(Saved entries)
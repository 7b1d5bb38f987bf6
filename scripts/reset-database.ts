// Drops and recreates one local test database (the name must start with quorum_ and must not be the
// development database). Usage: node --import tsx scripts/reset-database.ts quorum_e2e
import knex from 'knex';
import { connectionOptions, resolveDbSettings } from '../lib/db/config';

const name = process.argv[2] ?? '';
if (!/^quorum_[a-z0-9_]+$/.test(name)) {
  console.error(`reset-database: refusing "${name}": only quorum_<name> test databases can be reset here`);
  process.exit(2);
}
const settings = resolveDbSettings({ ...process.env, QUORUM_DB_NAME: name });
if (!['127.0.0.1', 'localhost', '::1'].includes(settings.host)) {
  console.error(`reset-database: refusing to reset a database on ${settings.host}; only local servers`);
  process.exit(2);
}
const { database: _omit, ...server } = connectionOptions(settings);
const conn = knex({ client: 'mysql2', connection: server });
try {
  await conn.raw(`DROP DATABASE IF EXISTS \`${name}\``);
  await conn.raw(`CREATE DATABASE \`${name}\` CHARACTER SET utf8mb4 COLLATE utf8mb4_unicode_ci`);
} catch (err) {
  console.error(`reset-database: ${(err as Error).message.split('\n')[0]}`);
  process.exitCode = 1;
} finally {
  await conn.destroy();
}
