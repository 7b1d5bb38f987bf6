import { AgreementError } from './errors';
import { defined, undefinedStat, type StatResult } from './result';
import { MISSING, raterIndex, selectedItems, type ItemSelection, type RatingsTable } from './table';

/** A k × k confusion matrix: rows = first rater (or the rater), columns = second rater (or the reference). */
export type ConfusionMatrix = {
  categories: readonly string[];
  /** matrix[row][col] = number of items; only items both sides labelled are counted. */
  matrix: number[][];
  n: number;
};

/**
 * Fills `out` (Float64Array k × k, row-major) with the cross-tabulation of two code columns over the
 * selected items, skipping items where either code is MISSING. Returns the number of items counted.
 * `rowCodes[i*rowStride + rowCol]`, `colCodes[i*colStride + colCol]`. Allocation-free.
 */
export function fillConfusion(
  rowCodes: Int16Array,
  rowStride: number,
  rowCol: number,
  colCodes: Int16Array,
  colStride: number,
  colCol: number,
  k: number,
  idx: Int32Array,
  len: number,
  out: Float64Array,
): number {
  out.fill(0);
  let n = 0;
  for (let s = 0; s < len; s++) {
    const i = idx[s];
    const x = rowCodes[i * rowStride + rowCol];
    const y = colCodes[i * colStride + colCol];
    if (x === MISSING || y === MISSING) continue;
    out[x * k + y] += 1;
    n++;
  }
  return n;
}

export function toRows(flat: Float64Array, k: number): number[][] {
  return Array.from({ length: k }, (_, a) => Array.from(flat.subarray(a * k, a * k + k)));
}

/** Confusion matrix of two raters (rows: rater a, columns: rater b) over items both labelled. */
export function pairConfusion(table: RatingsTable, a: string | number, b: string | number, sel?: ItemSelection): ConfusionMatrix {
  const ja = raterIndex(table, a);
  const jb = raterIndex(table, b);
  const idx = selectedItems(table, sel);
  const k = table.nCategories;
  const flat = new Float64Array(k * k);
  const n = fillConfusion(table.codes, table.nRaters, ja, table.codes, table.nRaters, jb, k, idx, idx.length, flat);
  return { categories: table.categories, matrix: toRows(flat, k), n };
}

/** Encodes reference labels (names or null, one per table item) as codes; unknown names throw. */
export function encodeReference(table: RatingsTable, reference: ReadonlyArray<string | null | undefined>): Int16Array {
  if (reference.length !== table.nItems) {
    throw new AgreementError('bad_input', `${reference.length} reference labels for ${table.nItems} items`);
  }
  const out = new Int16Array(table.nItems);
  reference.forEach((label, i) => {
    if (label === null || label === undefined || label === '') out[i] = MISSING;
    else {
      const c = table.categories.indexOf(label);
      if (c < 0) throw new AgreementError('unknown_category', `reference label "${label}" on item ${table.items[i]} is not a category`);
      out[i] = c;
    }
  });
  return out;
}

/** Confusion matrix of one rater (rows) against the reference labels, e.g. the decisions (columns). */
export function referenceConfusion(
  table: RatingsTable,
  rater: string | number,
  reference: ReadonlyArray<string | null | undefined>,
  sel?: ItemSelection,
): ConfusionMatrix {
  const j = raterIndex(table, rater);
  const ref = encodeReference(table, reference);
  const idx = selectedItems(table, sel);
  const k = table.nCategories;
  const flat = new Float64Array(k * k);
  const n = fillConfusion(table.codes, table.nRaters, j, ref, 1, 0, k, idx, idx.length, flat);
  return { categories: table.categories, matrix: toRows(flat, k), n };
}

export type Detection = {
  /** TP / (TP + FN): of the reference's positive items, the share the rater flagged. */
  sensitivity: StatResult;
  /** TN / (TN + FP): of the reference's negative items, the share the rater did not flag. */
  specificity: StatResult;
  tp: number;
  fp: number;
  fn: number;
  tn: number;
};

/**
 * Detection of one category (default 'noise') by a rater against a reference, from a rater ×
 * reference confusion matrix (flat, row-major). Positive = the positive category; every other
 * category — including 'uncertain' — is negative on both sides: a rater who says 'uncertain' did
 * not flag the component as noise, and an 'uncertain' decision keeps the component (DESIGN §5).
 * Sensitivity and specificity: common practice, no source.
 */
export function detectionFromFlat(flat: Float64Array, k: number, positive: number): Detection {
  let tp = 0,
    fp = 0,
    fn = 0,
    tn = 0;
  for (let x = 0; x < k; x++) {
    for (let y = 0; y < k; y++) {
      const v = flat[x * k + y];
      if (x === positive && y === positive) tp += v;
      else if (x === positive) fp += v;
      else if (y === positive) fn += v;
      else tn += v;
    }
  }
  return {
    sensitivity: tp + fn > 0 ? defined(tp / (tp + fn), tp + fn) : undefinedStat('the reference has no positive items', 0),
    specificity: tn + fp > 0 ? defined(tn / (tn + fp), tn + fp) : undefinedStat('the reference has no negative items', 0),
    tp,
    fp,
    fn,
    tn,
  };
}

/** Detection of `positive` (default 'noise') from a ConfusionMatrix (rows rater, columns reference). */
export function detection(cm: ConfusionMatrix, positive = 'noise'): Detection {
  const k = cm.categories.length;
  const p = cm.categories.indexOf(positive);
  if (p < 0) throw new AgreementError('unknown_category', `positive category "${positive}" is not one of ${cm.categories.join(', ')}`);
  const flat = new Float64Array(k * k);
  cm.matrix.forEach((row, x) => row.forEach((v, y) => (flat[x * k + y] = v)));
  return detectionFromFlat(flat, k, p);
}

==

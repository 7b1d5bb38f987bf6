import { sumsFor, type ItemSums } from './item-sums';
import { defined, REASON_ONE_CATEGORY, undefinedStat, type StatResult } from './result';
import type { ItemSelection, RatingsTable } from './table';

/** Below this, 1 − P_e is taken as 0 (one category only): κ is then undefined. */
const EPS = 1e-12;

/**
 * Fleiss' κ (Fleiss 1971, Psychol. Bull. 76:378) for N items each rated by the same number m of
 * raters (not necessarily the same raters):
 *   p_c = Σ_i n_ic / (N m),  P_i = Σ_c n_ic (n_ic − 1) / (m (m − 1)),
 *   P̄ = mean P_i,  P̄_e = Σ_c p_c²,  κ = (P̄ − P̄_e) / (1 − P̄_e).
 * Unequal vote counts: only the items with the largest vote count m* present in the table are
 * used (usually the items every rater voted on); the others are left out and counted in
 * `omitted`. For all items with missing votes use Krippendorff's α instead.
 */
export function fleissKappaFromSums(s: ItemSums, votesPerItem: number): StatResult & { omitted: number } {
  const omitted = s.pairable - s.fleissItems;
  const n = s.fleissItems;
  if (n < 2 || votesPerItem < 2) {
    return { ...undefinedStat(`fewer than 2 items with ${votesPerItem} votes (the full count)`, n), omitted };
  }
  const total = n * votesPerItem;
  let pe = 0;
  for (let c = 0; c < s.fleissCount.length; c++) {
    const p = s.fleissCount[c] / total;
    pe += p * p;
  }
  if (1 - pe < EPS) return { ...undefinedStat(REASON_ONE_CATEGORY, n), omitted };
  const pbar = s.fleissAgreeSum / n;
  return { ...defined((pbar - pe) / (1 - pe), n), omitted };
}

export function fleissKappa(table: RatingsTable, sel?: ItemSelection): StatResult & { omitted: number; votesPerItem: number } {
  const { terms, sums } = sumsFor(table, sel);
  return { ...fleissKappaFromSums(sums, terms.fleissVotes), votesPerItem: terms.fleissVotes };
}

== What the task asks ==
The answer is the lines above between the line holding "const x = rowCodes[i" and the line holding "names throw. */", inclusive, each written out exactly, and no others.

== Task answer ==
    const x = rowCodes[i * rowStride + rowCol];
    const y = colCodes[i * colStride + colCol];
    if (x === MISSING || y === MISSING) continue;
    out[x * k + y] += 1;
    n++;
  }
  return n;
}

export function toRows(flat: Float64Array, k: number): number[][] {
  return Array.from({ length: k }, (_, a) => Array.from(flat.subarray(a * k, a * k + k)));
}

/** Confusion matrix of two raters (rows: rater a, columns: rater b) over items both labelled. */
export function pairConfusion(table: RatingsTable, a: string | number, b: string | number, sel?: ItemSelection): ConfusionMatrix {
  const ja = raterIndex(table, a);
  const jb = raterIndex(table, b);
  const idx = selectedItems(table, sel);
  const k = table.nCategories;
  const flat = new Float64Array(k * k);
  const n = fillConfusion(table.codes, table.nRaters, ja, table.codes, table.nRaters, jb, k, idx, idx.length, flat);
  return { categories: table.categories, matrix: toRows(flat, k), n };
}

/** Encodes reference labels (names or null, one per table item) as codes; unknown names throw. */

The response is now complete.